This invention relates generally to methods and apparatus for detection of radiation, and, more particularly, relates to radiation detectors useful in bone densitometry, for generating data representative of ionizing radiation absorption along a plurality of ray paths.
Bone densitometry is a technique for measuring the bone mineral content (BMC) of bones to detect bone loss and thereby diagnose certain disease states. Typically, bone densitometry systems employ an ionizing radiation source--such as an X-ray or radioisotope source--and one or more detector elements. The portion of a patient's body to be evaluated is placed between the source and the detector elements. When rays generated by the source pass through the body and impinge upon the detector elements, the detectors produce electrical signals representative of the density and amount of bone material in the region between the source and the detectors. Systems of this sort are well known in the art. See, for example, Cameron and Sorenson, Science, Vol. 142, p. 230 (1963) and Osteoporosis Update 1987, H. K. Genant, ed.

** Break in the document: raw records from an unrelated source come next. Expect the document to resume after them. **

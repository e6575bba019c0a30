import type { Warning } from '../errors';
import { type Coolant, coolantProperties } from '../materials';
import { tubeFriction, tubeNusselt, turbulentShare } from './channel-flow';
import { type Attachment, completeState, type Cooler, type CoolerLimit, flow, type Flow } from './cooler';
import type { CoolerState, Surroundings } from './cooler';
import { attachmentResistance, type BasePlate } from './spreading';

/** Where the coolant gives its heat away. */
export type CoolantSupply =
  /** Coolant enters at `setPoint` (K) whatever the load; `capacity` (W) is a limit, not enforced. */
  | { kind: 'chiller'; setPoint: number; capacity: number; coefficientOfPerformance?: number }
  /** Entering coolant above ambient per watt of load, K/W; `power` of its fans, W. */
  | { kind: 'air'; resistance: number; power?: number };

/** Channels in a cold plate with coolant pumped through. */
export interface LiquidSpec extends Attachment {
  coolant: Coolant;
  /** Round channels; lengths in m, `parallel` of them side by side. */
  channel: { diameter: number; length: number; parallel: number };
  /** All channels together, m3/s. */
  flow: number;
  supply: CoolantSupply;
  /** Share of the pump's electrical power that moves the coolant; 0.3 when left out. */
  pumpEfficiency?: number;
  /** Of hoses, filter and exchanger beside the channel, Pa; 0 when left out. */
  extraPressureDrop?: number;
  /** Needed for spreading only; m, W/(m K). */
  plate?: { width: number; height: number; thickness: number; conductivity: number };
}

/** Small recirculating chillers, cooling per electrical watt (common practice, no source). */
const USUAL_CHILLER_PERFORMANCE = 2;
/** Small centrifugal pumps (common practice, no source). */
const USUAL_PUMP_EFFICIENCY = 0.3;
/** One sharp entrance (0.5) and one exit (1), in velocity heads. */
const ENTRANCE_AND_EXIT = 1.5;

/** Water-based coolants boil near here at room pressure, K. */
const HIGHEST_WALL = 373;

/** Things about the flow that do not depend on the heat. */
interface Loop {
  plate: BasePlate | undefined;
  /** At no load, K. */
  supplyTemperature: number;
  /** Supply above its no-load temperature per watt of load, K/W. */
  supplyResistance: number;
  massFlow: number;
  specificHeat: number;
  turbulent: number;
  pressureDrop: number;
  pumpPower: number;
}

/** What a heat does to the loop. */
interface Loaded {
  load: number;
  entry: number;
  outlet: number;
  reynolds: number;
  coefficient: number;
  wallResistance: number;
  attachment: number;
  wall: number;
  base: number;
  /** The mean coolant temperature is outside the table of the coolant, whose end was used. */
  outside: boolean;
}

/**
 * Coolant through channels in the mount base: laminar with developing temperature (Hausen 1943), transitional
 * (Gnielinski 1995), turbulent (Gnielinski 1976); the coolant warms along a wall of one temperature.
 *
 * Properties are those at the mean coolant temperature; regime, mass flow and pressure drop are fixed at the
 * supply temperature without load (cautious: warm coolant turns turbulent earlier), which also keeps the base
 * temperature rising with the heat. The pump's whole power ends in the coolant.
 *
 * @source README of this room
 */
export function liquidCooler(spec: LiquidSpec): Cooler {
  let key = Number.NaN;
  let known: Loop | undefined;
  const loop = ({ ambient }: Surroundings): Loop => {
    if (!known || key !== ambient) {
      known = describeLoop(spec, ambient);
      key = ambient;
    }
    return known;
  };
  return {
    kind: 'liquid',
    settle: (heat, surroundings) => settleLiquid(spec, loop(surroundings), heat),
    baseTemperature: (heat, surroundings) => loadLoop(spec, loop(surroundings), heat).base,
  };
}

function describeLoop(spec: LiquidSpec, ambient: number): Loop {
  const { channel, supply, plate } = spec;
  const supplyTemperature = supply.kind === 'chiller' ? supply.setPoint : ambient;
  const fluid = coolantProperties(spec.coolant, supplyTemperature);
  const area = (channel.parallel * Math.PI * channel.diameter ** 2) / 4;
  const velocity = spec.flow / area;
  const reynolds = (fluid.density * velocity * channel.diameter) / fluid.dynamicViscosity;
  const turbulent = turbulentShare(reynolds);
  const heads = (tubeFriction(turbulent, reynolds) * channel.length) / channel.diameter + ENTRANCE_AND_EXIT;
  const pressureDrop = 0.5 * fluid.density * velocity * velocity * heads + (spec.extraPressureDrop ?? 0);
  return {
    plate: plate && {
      radius: Math.sqrt((plate.width * plate.height) / Math.PI),
      thickness: plate.thickness,
      conductivity: plate.conductivity,
    },
    supplyTemperature,
    supplyResistance: supply.kind === 'air' ? supply.resistance : 0,
    massFlow: spec.flow * fluid.density,
    specificHeat: fluid.specificHeat,
    turbulent,
    pressureDrop,
    pumpPower: (pressureDrop * spec.flow) / (spec.pumpEfficiency ?? USUAL_PUMP_EFFICIENCY),
  };
}

function loadLoop(spec: LiquidSpec, loop: Loop, heat: number): Loaded {
  const { diameter, length, parallel } = spec.channel;
  const load = heat + loop.pumpPower;
  const entry = loop.supplyTemperature + load * loop.supplyResistance;
  const capacityRate = loop.massFlow * loop.specificHeat;
  const outlet = entry + heat / capacityRate;
  const fluid = coolantProperties(spec.coolant, 0.5 * (entry + outlet));
  const reynolds = (4 * loop.massFlow) / (parallel * Math.PI * diameter * fluid.dynamicViscosity);
  const prandtl = (fluid.dynamicViscosity * fluid.specificHeat) / fluid.thermalConductivity;
  const nusselt = tubeNusselt(loop.turbulent, reynolds, prandtl, diameter / length);
  const coefficient = (nusselt * fluid.thermalConductivity) / diameter;
  const transfer = coefficient * parallel * Math.PI * diameter * length;
  const wallResistance = -1 / (capacityRate * Math.expm1(-transfer / capacityRate));
  const attachment = attachmentResistance(spec, loop.plate, wallResistance);
  return {
    load,
    entry,
    outlet,
    reynolds,
    coefficient,
    wallResistance,
    attachment,
    wall: entry + heat * wallResistance,
    base: entry + heat * (wallResistance + attachment),
    outside: fluid.outside,
  };
}

function settleLiquid(spec: LiquidSpec, loop: Loop, heat: number): CoolerState {
  const loaded = loadLoop(spec, loop, heat);
  const supplyPower = powerOfSupply(spec.supply, loaded.load);
  const { pumpPower } = loop;
  const details: Record<string, number> = {
    supplyTemperature: loaded.entry,
    outletTemperature: loaded.outlet,
    reynolds: loaded.reynolds,
    heatTransferCoefficient: loaded.coefficient,
    thermalResistance: loaded.wallResistance + loaded.attachment,
    attachmentResistance: loaded.attachment,
    pressureDrop: loop.pressureDrop,
    pumpPower,
    supplyPower,
  };
  const limits: CoolerLimit[] = [];
  if (spec.supply.kind === 'chiller') {
    limits.push({ limit: 'cooler capacity', value: loaded.load, bound: spec.supply.capacity, unit: 'W' });
  }
  return completeState({
    heat,
    baseTemperature: loaded.base,
    electricalPower: pumpPower + supplyPower,
    coldestTemperature: Math.min(loaded.entry, loaded.outlet, loaded.base),
    limits,
    details,
    flows: liquidFlows(spec.supply, heat, pumpPower, supplyPower),
    warnings: liquidWarnings(spec, loop, loaded),
  });
}

/** Electrical power of chiller or fans, W. A chiller that would have to heat is counted as idle. */
function powerOfSupply(supply: CoolantSupply, load: number): number {
  if (supply.kind === 'air') return supply.power ?? 0;
  return Math.max(0, load) / (supply.coefficientOfPerformance ?? USUAL_CHILLER_PERFORMANCE);
}

function liquidFlows(supply: CoolantSupply, heat: number, pumpPower: number, supplyPower: number): Flow[] {
  const exchanger = supply.kind === 'chiller' ? 'chiller' : 'air heat exchanger';
  return [
    flow('base', 'coolant', heat),
    flow('wall plug', 'coolant pump', pumpPower),
    flow('coolant pump', 'coolant', pumpPower),
    flow('coolant', exchanger, heat + pumpPower),
    flow('wall plug', exchanger, supplyPower),
    flow(exchanger, 'surroundings', heat + pumpPower + supplyPower),
  ];
}

function liquidWarnings(spec: LiquidSpec, loop: Loop, loaded: Loaded): Warning[] {
  const warnings: Warning[] = [];
  const warn = (text: string) => warnings.push({ where: 'cooling.liquid', text });
  if (loop.turbulent > 0 && loop.turbulent < 1) {
    warn(
      `Reynolds number ${loaded.reynolds.toFixed(0)} is between laminar and turbulent flow: the wall temperature is uncertain there; change the flow or the channel.`,
    );
  }
  if (loop.turbulent === 1 && spec.channel.length < 10 * spec.channel.diameter) {
    warn('The channel is shorter than ten diameters: heat transfer is better than computed.');
  }
  if (loaded.outside) {
    warn('The coolant is outside the temperatures of its table: properties were held at the end.');
  }
  const { name, freezingTemperature } = spec.coolant;
  if (freezingTemperature !== undefined && loaded.entry < freezingTemperature) {
    warn(`The coolant, ${name}, enters below its freezing point of ${freezingTemperature.toFixed(1)} K.`);
  }
  if (loaded.wall > HIGHEST_WALL) {
    warn(`The channel wall is above ${HIGHEST_WALL} K: the coolant may boil there at room pressure.`);
  }
  return warnings;
}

Conventional bone densitometry systems, however, suffer from a number of deficiencies. In most bone densitometry systems, a single source and single detector are employed. As a result, only a small fraction of the source output is intercepted by the detector, and a large, cumbersome and expensive X-ray tube or radioisotope source is required to effect rapid and precise measurements.
It is thus an object of the invention to provide detection methods and apparatus which can provide rapid, precise radiation detection without attendant bulk, complexity, and expense.

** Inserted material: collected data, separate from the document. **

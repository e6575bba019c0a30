/** Flow is taken as laminar below, and as fully turbulent above; between them shares are linear in Re. */
const LAMINAR_END = 2300;
const TURBULENT_START = 4000;

/** Darcy friction factor of a smooth tube in turbulent flow, f = (0.790 ln Re - 1.64)^-2; Re 3000 to 5e6. */
function turbulentFriction(reynolds: number): number {
  return (0.79 * Math.log(reynolds) - 1.64) ** -2;
}

/**
 * Turbulent Nusselt number of a tube.
 *
 * Nu = (f/8)(Re - 1000) Pr / [1 + 12.7 (f/8)^(1/2) (Pr^(2/3) - 1)]
 *
 * @param reynolds on the diameter, 3000 to 5e6
 * @param prandtl 0.5 to 2000
 * @source Gnielinski 1976, Int. Chem. Eng. 16, 359, with Petukhov's friction factor (from memory)
 */
export function gnielinskiNusselt(reynolds: number, prandtl: number): number {
  const eighth = turbulentFriction(reynolds) / 8;
  return (eighth * (reynolds - 1000) * prandtl) / (1 + 12.7 * Math.sqrt(eighth) * (prandtl ** (2 / 3) - 1));
}

/**
 * Mean laminar Nusselt number of a tube whose flow is developed and whose temperature develops from the
 * entrance; wall of one temperature.
 *
 * Nu = 3.66 + 0.0668 Gz / (1 + 0.04 Gz^(2/3)),  Gz = Re Pr D/L
 *
 * @param graetz Gz; 0 (a long tube) gives 3.66
 * @source Hausen 1943, in Incropera, Fundamentals of Heat and Mass Transfer, equation 8.57 (from memory)
 */
export function hausenNusselt(graetz: number): number {
  return 3.66 + (0.0668 * graetz) / (1 + 0.04 * graetz ** (2 / 3));
}

/** Share of the turbulent law at a Reynolds number: 0 up to 2300, 1 from 4000. Gnielinski 1995 (from memory). */
export function turbulentShare(reynolds: number): number {
  return Math.min(1, Math.max(0, (reynolds - LAMINAR_END) / (TURBULENT_START - LAMINAR_END)));
}

/**
 * Mean Nusselt number of a tube in a given regime; between laminar and turbulent the share mixes the laws at
 * Re 2300 and 4000.
 *
 * @param share of the turbulent law, 0 to 1, see turbulentShare
 * @param diameterByLength D/L
 * @source Gnielinski 1995, Forsch. Ingenieurwes. 61, 240 (from memory)
 */
export function tubeNusselt(
  share: number,
  reynolds: number,
  prandtl: number,
  diameterByLength: number,
): number {
  const laminarReynolds = share > 0 ? LAMINAR_END : reynolds;
  const laminar = share < 1 ? hausenNusselt(laminarReynolds * prandtl * diameterByLength) : 0;
  const turbulentReynolds = share < 1 ? TURBULENT_START : Math.max(reynolds, TURBULENT_START);
  const turbulent = share > 0 ? gnielinskiNusselt(turbulentReynolds, prandtl) : 0;
  return (1 - share) * laminar + share * turbulent;
}

/** Darcy friction factor of a smooth tube: 64/Re, turbulent, and between them as turbulentShare says. */
export function tubeFriction(share: number, reynolds: number): number {
  const laminar = share < 1 ? 64 / reynolds : 0;
  const turbulent = share > 0 ? turbulentFriction(Math.max(reynolds, LAMINAR_END)) : 0;
  return (1 - share) * laminar + share * turbulent;
}

/**
 * f Re of developed laminar flow in a rectangular duct, Fanning factor on the hydraulic diameter.
 *
 * @param aspect short side / long side, 0 (24, parallel plates) to 1 (14.23, square)
 * @source Shah & London 1978, Laminar Flow Forced Convection in Ducts, equation 341 (from memory)
 */
export function rectangularDuctFriction(aspect: number): number {
  const a = aspect;
  return 24 * (1 - a * (1.3553 - a * (1.9467 - a * (1.7012 - a * (0.9564 - a * 0.2537)))));
}

/**
 * Apparent Darcy friction factor of a rectangular duct over its length, the developing entrance included.
 *
 * f Re = sqrt[(3.44 / sqrt(L+))^2 + (f Re)_developed^2],  L+ = L/(D_h Re); turbulent flow as in a tube.
 *
 * @param reynolds on the hydraulic diameter, above 0
 * @param lengthByDiameter L/D_h
 * @param aspect short side / long side
 * @source Muzychka & Yovanovich 1998 in Culham & Muzychka 2001, IEEE Trans. CPT 24, 159 (from memory)
 */
export function ductFriction(reynolds: number, lengthByDiameter: number, aspect: number): number {
  const share = turbulentShare(reynolds);
  const developed = rectangularDuctFriction(aspect);
  const entrance = 3.44 * Math.sqrt(reynolds / lengthByDiameter);
  const laminar = (4 * Math.sqrt(entrance * entrance + developed * developed)) / reynolds;
  if (share === 0) return laminar;
  return (1 - share) * laminar + share * turbulentFriction(reynolds);
}

/**
 * Mean Nusselt number of laminar air between fins, heat per fin area and per kelvin of fin above the entering
 * air, so that the warming of the air is inside.
 *
 * Nu = [(Re* Pr/2)^-3 + (0.664 Re*^(1/2) Pr^(1/3) (1 + 3.65/Re*^(1/2))^(1/2))^-3]^(-1/3),  Re* = Re_s s/L
 *
 * @param channelReynolds Re* on the fin spacing s; 0.1 to 100
 * @returns h s / k
 * @source Teertstra, Yovanovich & Culham 2000, J. Electronics Manufacturing 10, 253 (from memory)
 */
export function finChannelNusselt(channelReynolds: number, prandtl: number): number {
  const developed = 0.5 * channelReynolds * prandtl;
  const root = Math.sqrt(channelReynolds);
  const developing = 0.664 * root * Math.cbrt(prandtl) * Math.sqrt(1 + 3.65 / root);
  return (developed ** -3 + developing ** -3) ** (-1 / 3);
}
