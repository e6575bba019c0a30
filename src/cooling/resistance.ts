import { completeState, type Cooler, flow } from './cooler';

/** A sink given as a plain number. */
export interface ResistanceSpec {
  /** From base to ambient, or to the fluid, K/W. */
  resistance: number;
  /** K; the ambient when left out. */
  fluidTemperature?: number;
}

/** A sink given as K/W: base = fluid (or ambient) temperature + heat x resistance. */
export function resistanceCooler({ resistance, fluidTemperature }: ResistanceSpec): Cooler {
  return {
    kind: 'resistance',
    baseTemperature: (heat, { ambient }) => (fluidTemperature ?? ambient) + heat * resistance,
    settle(heat, surroundings) {
      const baseTemperature = this.baseTemperature(heat, surroundings);
      return completeState({
        heat,
        baseTemperature,
        electricalPower: 0,
        coldestTemperature: Math.min(baseTemperature, fluidTemperature ?? surroundings.ambient),
        limits: [],
        details: { thermalResistance: resistance },
        flows: [flow('base', 'heat sink', heat), flow('heat sink', 'surroundings', heat)],
        warnings: [],
      });
    },
  };
}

Certain conventional bone densitometry systems implement area measurements by mechanically scanning the source and detector in a raster pattern over the region to be measured. Motion of the patient during this time results in a blurred and imprecise image. It has also been proposed in prior art to replace the single detector with a line of detectors and thus to measure a single line in the body simultaneously. Measurement over the area is then obtained by motion in a single axis, by translating the detection line across the area to be scanned. This technique increases scanning speed, thereby decreasing patient motion effects. Additionally, the portion of source output which is intercepted by the detectors is greatly increased, so that the total output and attendant cost of the source can be reduced without increasing scan time. However, certain line detectors typical of the prior art utilize expensive solid state silicon or germanium detector arrays which are not generally available commercially. Other such systems employ scintillation crystals, such as sodium iodide, coupled to relatively complex and expensive photomultiplier tubes or photodiodes.
It is accordingly a further object of the invention to provide a linear radiation detector which is simple and inexpensive to construct and employ.
Another configuration of bone densitometry system utilizes multiple ionization detector chambers constructed by placing conductive electrodes in an ionizable gas medium. Such arrays have been employed in the detection of radiation for X-ray tomographic systems Devices of this type are disclosed in U.S. Pat. Nos. 4,031,396 and 4,129,783. The precision of these systems, however, is significantly degraded by physical disturbances such as mechanical vibration. In addition, these systems have no provision for determining the energy spectrum or distribution of the detected X-rays, a critical step in accurate determination of BMC values.
It is therefore an object of the invention to provide radiation detection methods and apparatus which generate high Precision measurements of ionizing radiation, with relative insensitivity to mechanical vibration.
It is yet another object of the invention to provide such methods and apparatus which facilitate determination of the energy distribution of the radiation.